[WORK INSTRUCTIONS]: Each line starting at the one that contains "expect(link).not.toBeNull();" and ending at the one that contains "escaped in HTML" must be returned exactly, and the rest of the listing is left out.

[RECORDS PROVIDED]:
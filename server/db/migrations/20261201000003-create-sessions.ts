import { DataTypes, type QueryInterface } from "sequelize";

export async function up(qi: QueryInterface) {
  await qi.createTable("sessions", {
    sid: { type: DataTypes.STRING(64), primaryKey: true },
    user_id: { type: DataTypes.INTEGER.UNSIGNED, allowNull: true },
    expires: { type: DataTypes.DATE, allowNull: true },
    data: { type: DataTypes.TEXT, allowNull: true },
    created_at: { type: DataTypes.DATE, allowNull: false },
    updated_at: { type: DataTypes.DATE, allowNull: false },
  });
  await qi.addIndex("sessions", ["user_id"], { name: "sessions_user_id" });
  await qi.addIndex("sessions", ["expires"], { name: "sessions_expires" });
}

export async function down(qi: QueryInterface) {
  await qi.dropTable("sessions");
}
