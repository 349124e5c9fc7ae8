import { describe, expect, it } from "vitest";
import { hashPassword, verifyPassword } from "../../server/auth/password";

describe("password hashing", () => {
  it("stores a salted bcrypt hash that verifies only the right password", async () => {
    const a = await hashPassword("correct-horse-battery", 4);
    const b = await hashPassword("correct-horse-battery", 4);
    expect(a).toMatch(/^\$2[aby]\$04\$/);
    expect(a).not.toBe(b); // a fresh salt each time
    expect(a).not.toContain("correct-horse-battery");
    expect(await verifyPassword("correct-horse-battery", a)).toBe(true);
    expect(await verifyPassword("correct-horse-batterY", a)).toBe(false);
  });
});
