import { DataTypes, type QueryInterface } from "sequelize";

export async function up(qi: QueryInterface) {
  await qi.createTable("companies", {
    id: { type: DataTypes.INTEGER.UNSIGNED, autoIncrement: true, primaryKey: true },
    name: { type: DataTypes.STRING(160), allowNull: false },
    created_at: { type: DataTypes.DATE, allowNull: false },
    updated_at: { type: DataTypes.DATE, allowNull: false },
  });
}

export async function down(qi: QueryInterface) {
  await qi.dropTable("companies");
}
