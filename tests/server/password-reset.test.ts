import { beforeEach, describe, expect, it } from "vitest";
import request from "supertest";
import { createHash } from "node:crypto";
import type { Express } from "express";
import { createTestApp, deliverOutbox, startTestMailCatcher } from "../helpers/app";
import { csrfFor, signedInAgent } from "../helpers/auth";
import { buildUser, TEST_PASSWORD } from "../helpers/factories";
import { countRows, truncateAll } from "../helpers/db";
import { AuditEvent, Session } from "../../server/models/index";
import { OutboxMessage, PasswordResetToken } from "../../server/models/mail.models";
import { INVALID_RESET_TOKEN } from "../../server/services/password-reset.service";

const PUBLIC_URL = "https://roofs.example.com";
const NEW_PASSWORD = "a-brand-new-password";

beforeEach(async () => {
  await truncateAll();
  await (await startTestMailCatcher()).clear();
});

function anonymous(app: Express = createTestApp({ publicUrl: PUBLIC_URL })) {
  const agent = request.agent(app);
  return {
    agent,
    async post(path: string, body: unknown) {
      const token = await csrfFor(agent); // first: the agent attaches its cookies when a request is created
      return agent.post(path).set("X-CSRF-Token", token).send(body as object);
    },
  };
}

/** Asks for a reset, lets the outbox deliver it and reads the token from the caught e-mail's link. */
async function requestResetLink(email: string, client = anonymous()) {
  const res = await client.post("/api/auth/forgot", { email });
  expect(res.status).toBe(202);
  await deliverOutbox();
  const catcher = await startTestMailCatcher();
  const mail = await catcher.waitFor((m) => m.to.includes(email) && m.kind === "password_reset", 3_000);
  const link = /https:\/\/roofs\.example\.com\/reset-password\?token=([A-Za-z0-9_-]+)/.exec(mail.text);
  expect(link).not.toBeNull();
  return { mail, token: link![1], client };
}

async function signIn(app: Express, email: string, password: string) {
  const agent = request.agent(app);
  const token = await csrfFor(agent);
  return agent.post("/api/auth/login").set("X-CSRF-Token", token).send({ email, password });
}

describe("POST /api/auth/forgot", () => {
  it("answers 202 and e-mails a one-time link (HTML and text) through the outbox and the SMTP catcher", async () => {
    const user = await buildUser({ role: "estimator", name: "Zoë O'Brien <b>" });
    const { mail, token } = await requestResetLink(user.email);
    expect(mail.subject).toBe("Reset your Ridgewright password");
    expect(mail.to).toEqual([user.email]);
    expect(mail.companyId).toBe(user.companyId);
    expect(mail.text).toContain("60 minutes");
    expect(mail.html).toContain(`href="${PUBLIC_URL}/reset-password?token=${token}"`);
    expect(mail.html).toContain("Zoë O&#39;Brien &lt;b&gt;"); // the name is escaped in HTML
    expect(token.length).toBeGreaterThanOrEqual(22); // ≥ 128 bits of base64url (this one is 256)
    expect(Buffer.from(token, "base64url").length).toBeGreaterThanOrEqual(16);

    const [row] = await PasswordResetToken.findAll({ where: { userId: user.id } });
    expect(row.tokenHash).toBe(createHash("sha256").update(token).digest("hex"));
    expect(JSON.stringify(row.toJSON())).not.toContain(token); // only the hash is stored
    expect(row.usedAt).toBeNull();
    const ttl = row.expiresAt.getTime() - Date.now();
    expect(ttl).toBeGreaterThan(59 * 60_000);
    expect(ttl).toBeLessThanOrEqual(60 * 60_000);
    const outbox = await OutboxMessage.findAll();
    expect(outbox.map((o) => [o.kind, o.status])).toEqual([["password_reset", "sent"]]);
    const audit = await AuditEvent.findAll({ where: { entityType: "user", entityId: String(user.id) } });
    expect(audit.map((a) => a.action)).toEqual(["password_reset_requested"]);
  });

  it("answers an unknown e-mail exactly like a known one and sends nothing", async () => {
    const user = await buildUser();
    const known = await anonymous().post("/api/auth/forgot", { email: user.email });
    const unknown = await anonymous().post("/api/auth/forgot", { email: "nobody-here@example.com" });
    expect(unknown.status).toBe(202);
    expect(unknown.body).toEqual(known.body);
    await deliverOutbox();
    const catcher = await startTestMailCatcher();
    expect(catcher.messages().map((m) => m.to)).toEqual([[user.email]]);
    expect(await PasswordResetToken.count()).toBe(1);
  });

  it("sends nothing to a deactivated account (same 202)", async () => {
    const user = await buildUser({ active: false });
    const res = await anonymous().post("/api/auth/forgot", { email: user.email });
    expect(res.status).toBe(202);
    expect(await countRows("outbox_messages")).toBe(0);
  });

  it("matches the e-mail case-insensitively", async () => {
    const user = await buildUser();
    await anonymous().post("/api/auth/forgot", { email: `  ${user.email.toUpperCase()} ` });
    expect(await PasswordResetToken.count({ where: { userId: user.id } })).toBe(1);
  });

  it("sends at most 3 links per account and hour, still answering 202", async () => {
    const user = await buildUser();
    const client = anonymous();
    for (let i = 0; i < 4; i++) expect((await client.post("/api/auth/forgot", { email: user.email })).status).toBe(202);
    expect(await PasswordResetToken.count()).toBe(3);
    expect(await countRows("outbox_messages")).toBe(3);
  });

  it("rate-limits requests per IP with 429", async () => {
    const client = anonymous();
    for (let i = 0; i < 5; i++) {
      expect((await client.post("/api/auth/forgot", { email: `someone${i}@example.com` })).status).toBe(202);
    }
    const res = await client.post("/api/auth/forgot", { email: "someone9@example.com" });
    expect(res.status).toBe(429);
    expect(res.body.error.code).toBe("rate_limited");
  });

  it("answers a bad e-mail with 400 and a field message", async () => {
    const res = await anonymous().post("/api/auth/forgot", { email: "not-an-address" });
    expect(res.status).toBe(400);
    expect(res.body.error.fields).toEqual({ email: "Enter a valid e-mail address" });
  });

  it("needs the CSRF token like every POST", async () => {
    const user = await buildUser();
    const res = await request(createTestApp()).post("/api/auth/forgot").send({ email: user.email });
    expect(res.status).toBe(403);
    expect(res.body.error.code).toBe("csrf");
    expect(await countRows("password_reset_tokens")).toBe(0);
  });
});

describe("POST /api/auth/reset", () => {
  it("sets the new password with the e-mailed token (204): the new one signs in, the old one no longer", async () => {
    const app = createTestApp({ publicUrl: PUBLIC_URL });
    const user = await buildUser({ role: "owner" });
    const { token, client } = await requestResetLink(user.email, anonymous(app));
    const res = await client.post("/api/auth/reset", { token, password: NEW_PASSWORD });
    expect(res.status).toBe(204);
    expect((await signIn(app, user.email, NEW_PASSWORD)).status).toBe(200);
    expect((await signIn(app, user.email, TEST_PASSWORD)).status).toBe(401);
    const row = await PasswordResetToken.findOne({ where: { userId: user.id } });
    expect(row!.usedAt).toBeInstanceOf(Date);
    const audit = await AuditEvent.findAll({ where: { entityType: "user", entityId: String(user.id) }, order: [["id", "ASC"]] });
    expect(audit.map((a) => a.action)).toEqual(["password_reset_requested", "password_reset"]);
    // The account holder is told that the password changed.
    await deliverOutbox();
    const catcher = await startTestMailCatcher();
    const notice = await catcher.waitFor((m) => m.kind === "password_changed", 3_000);
    expect(notice.to).toEqual([user.email]);
    expect(notice.text).not.toContain(token);
  });

  it("ends the user's other sessions", async () => {
    const app = createTestApp({ publicUrl: PUBLIC_URL });
    const { agent: elsewhere, user } = await signedInAgent({ role: "estimator" }, app);
    const other = await signedInAgent({ role: "estimator" }, app); // someone else stays signed in
    expect((await elsewhere.get("/api/auth/me")).status).toBe(200);
    const { token, client } = await requestResetLink(user.email, anonymous(app));
    expect((await client.post("/api/auth/reset", { token, password: NEW_PASSWORD })).status).toBe(204);
    expect((await elsewhere.get("/api/auth/me")).status).toBe(401);
    expect(await Session.count({ where: { userId: user.id } })).toBe(0);
    expect((await other.agent.get("/api/auth/me")).status).toBe(200);
  });

  it("refuses a used, an expired and an unknown token with the same 400", async () => {
    const app = createTestApp({ publicUrl: PUBLIC_URL });
    const user = await buildUser();
    const first = await requestResetLink(user.email, anonymous(app));
    expect((await first.client.post("/api/auth/reset", { token: first.token, password: NEW_PASSWORD })).status).toBe(204);
    const reused = await first.client.post("/api/auth/reset", { token: first.token, password: "yet-another-password" });

    await (await startTestMailCatcher()).clear();
    const second = await requestResetLink(user.email, anonymous(app));
    await PasswordResetToken.update(
      { expiresAt: new Date(Date.now() - 1_000) },
      { where: { tokenHash: createHash("sha256").update(second.token).digest("hex") } },
    );
    const expired = await second.client.post("/api/auth/reset", { token: second.token, password: "yet-another-password" });

    const unknown = await anonymous(app).post("/api/auth/reset", {
      token: "A".repeat(43),
      password: "yet-another-password",
    });

    for (const res of [reused, expired, unknown]) {
      expect(res.status).toBe(400);
      expect(res.body).toEqual({ error: { code: "invalid_reset_token", message: INVALID_RESET_TOKEN } });
    }
    // None of them changed the password.
    expect((await signIn(app, user.email, NEW_PASSWORD)).status).toBe(200);
  });

  it("uses up the user's other open links too", async () => {
    const app = createTestApp({ publicUrl: PUBLIC_URL });
    const user = await buildUser();
    const a = await requestResetLink(user.email, anonymous(app));
    await (await startTestMailCatcher()).clear();
    const b = await requestResetLink(user.email, anonymous(app));
    expect((await b.client.post("/api/auth/reset", { token: b.token, password: NEW_PASSWORD })).status).toBe(204);
    const old = await a.client.post("/api/auth/reset", { token: a.token, password: "yet-another-password" });
    expect(old.status).toBe(400);
  });

  it("refuses a token of an account deactivated since", async () => {
    const app = createTestApp({ publicUrl: PUBLIC_URL });
    const user = await buildUser();
    const { token, client } = await requestResetLink(user.email, anonymous(app));
    await user.update({ active: false });
    const res = await client.post("/api/auth/reset", { token, password: NEW_PASSWORD });
    expect(res.status).toBe(400);
    expect(res.body.error.message).toBe(INVALID_RESET_TOKEN);
  });

  it("checks the new password's rules (400 with a field message) before using the token", async () => {
    const app = createTestApp({ publicUrl: PUBLIC_URL });
    const user = await buildUser();
    const { token, client } = await requestResetLink(user.email, anonymous(app));
    const res = await client.post("/api/auth/reset", { token, password: "short" });
    expect(res.status).toBe(400);
    expect(res.body.error.fields).toEqual({ password: "Use at least 10 characters" });
    expect((await client.post("/api/auth/reset", { token, password: NEW_PASSWORD })).status).toBe(204);
  });

  it("needs the CSRF token like every POST", async () => {
    const res = await request(createTestApp()).post("/api/auth/reset").send({ token: "A".repeat(43), password: NEW_PASSWORD });
    expect(res.status).toBe(403);
    expect(res.body.error.code).toBe("csrf");
  });
});
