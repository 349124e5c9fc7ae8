/**
 * Bad input on every write route the app mounts (listed from the router itself, as the authorization matrix
 * does, so a new route cannot be left out): about 25 generated invalid bodies per JSON route get 400 with the
 * offending field paths and change nothing in the database (a CHECKSUM TABLE of every table before and after);
 * body-less routes ignore junk; oversized bodies get 413, other content types 415, broken JSON 400, strings over
 * a field's maximum 400 with that field. Hostile text (accents, CJK, emoji, RTL, combining marks, SQL, HTML) in
 * every free-text field is stored and returned exactly, and printed literally in the proposal PDF.
 */
import { afterAll, beforeAll, describe, expect, it } from "vitest";
import request from "supertest";
import sharp from "sharp";
import fc from "fast-check";
import type { Express } from "express";
import type { ZodType } from "zod";
import { listRoutes } from "../../server/routes/route-list";
import { createTestApp, stopTestStores, testPayments } from "../helpers/app";
import { csrfFor, signedInAgent } from "../helpers/auth";
import { testSequelize, truncateAll } from "../helpers/db";
import { buildCompany, buildUser, TEST_PASSWORD } from "../helpers/factories";
import { assignCrew, buildCustomer, buildJob, roofBody, saveRoofFor } from "../helpers/job-factories";
import { buildCatalogItem } from "../helpers/price-book-factories";
import { createQuote, post, quoteInReview } from "../helpers/quote-factories";
import { binary, latestToken, TWO_OPTIONS } from "../helpers/proposal-world";
import { pdfText, squash } from "../helpers/pdf-text";
import {
  changedTables,
  databaseChecksums,
  deepGarbage,
  findText,
  HOSTILE_TEXTS,
  invalidBodies,
  maxLengthAt,
  nodes,
  pathKey,
  relatedKey,
  setAt,
  unboundedNodes,
} from "../helpers/fuzz";
import { seedDemoPriceBook } from "../../server/db/seeders/demo-price-book";
import { coverage, loadInterFonts } from "../../server/pdf/fonts";
import { CatalogItem } from "../../server/models/index";
import { gableRoof } from "../../shared/engine/roof/generators";
import {
  changePasswordInputSchema,
  createUserInputSchema,
  forgotPasswordInputSchema,
  loginInputSchema,
  resetPasswordInputSchema,
  setPasswordInputSchema,
  updateUserInputSchema,
} from "../../shared/schemas/auth";
import { customerInputSchema, customerUpdateSchema } from "../../shared/schemas/customer";
import { jobAssignmentSchema, jobInputSchema, jobUpdateSchema } from "../../shared/schemas/job";
import { roofSaveSchema } from "../../shared/schemas/roof";
import { gapStudyInputSchema, takeoffInputSchema } from "../../shared/schemas/takeoff";
import {
  catalogItemInputSchema,
  catalogItemUpdateSchema,
  companyProfileSchema,
  DEFAULT_PRICING_SETTINGS,
  laborRatesInputSchema,
  pricingSettingsSchema,
} from "../../shared/schemas/price-book";
import {
  quoteApproveSchema,
  quoteCreateSchema,
  quotePatchSchema,
  quoteRecalculateSchema,
  quoteReturnSchema,
  quoteSubmitSchema,
} from "../../shared/schemas/quote";
import { attachmentUpdateSchema } from "../../shared/schemas/attachment";
import { proposalAcceptSchema, proposalDeclineSchema, proposalSendSchema } from "../../shared/schemas/proposal-api";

[TASK RESPONSE]:
  expect(link).not.toBeNull();
  return { mail, token: link![1], client };
}

async function signIn(app: Express, email: string, password: string) {
  const agent = request.agent(app);
  const token = await csrfFor(agent);
  return agent.post("/api/auth/login").set("X-CSRF-Token", token).send({ email, password });
}

describe("POST /api/auth/forgot", () => {
  it("answers 202 and e-mails a one-time link (HTML and text) through the outbox and the SMTP catcher", async () => {
    const user = await buildUser({ role: "estimator", name: "Zoë O'Brien <b>" });
    const { mail, token } = await requestResetLink(user.email);
    expect(mail.subject).toBe("Reset your Ridgewright password");
    expect(mail.to).toEqual([user.email]);
    expect(mail.companyId).toBe(user.companyId);
    expect(mail.text).toContain("60 minutes");
    expect(mail.html).toContain(`href="${PUBLIC_URL}/reset-password?token=${token}"`);
    expect(mail.html).toContain("Zoë O&#39;Brien &lt;b&gt;"); // the name is escaped in HTML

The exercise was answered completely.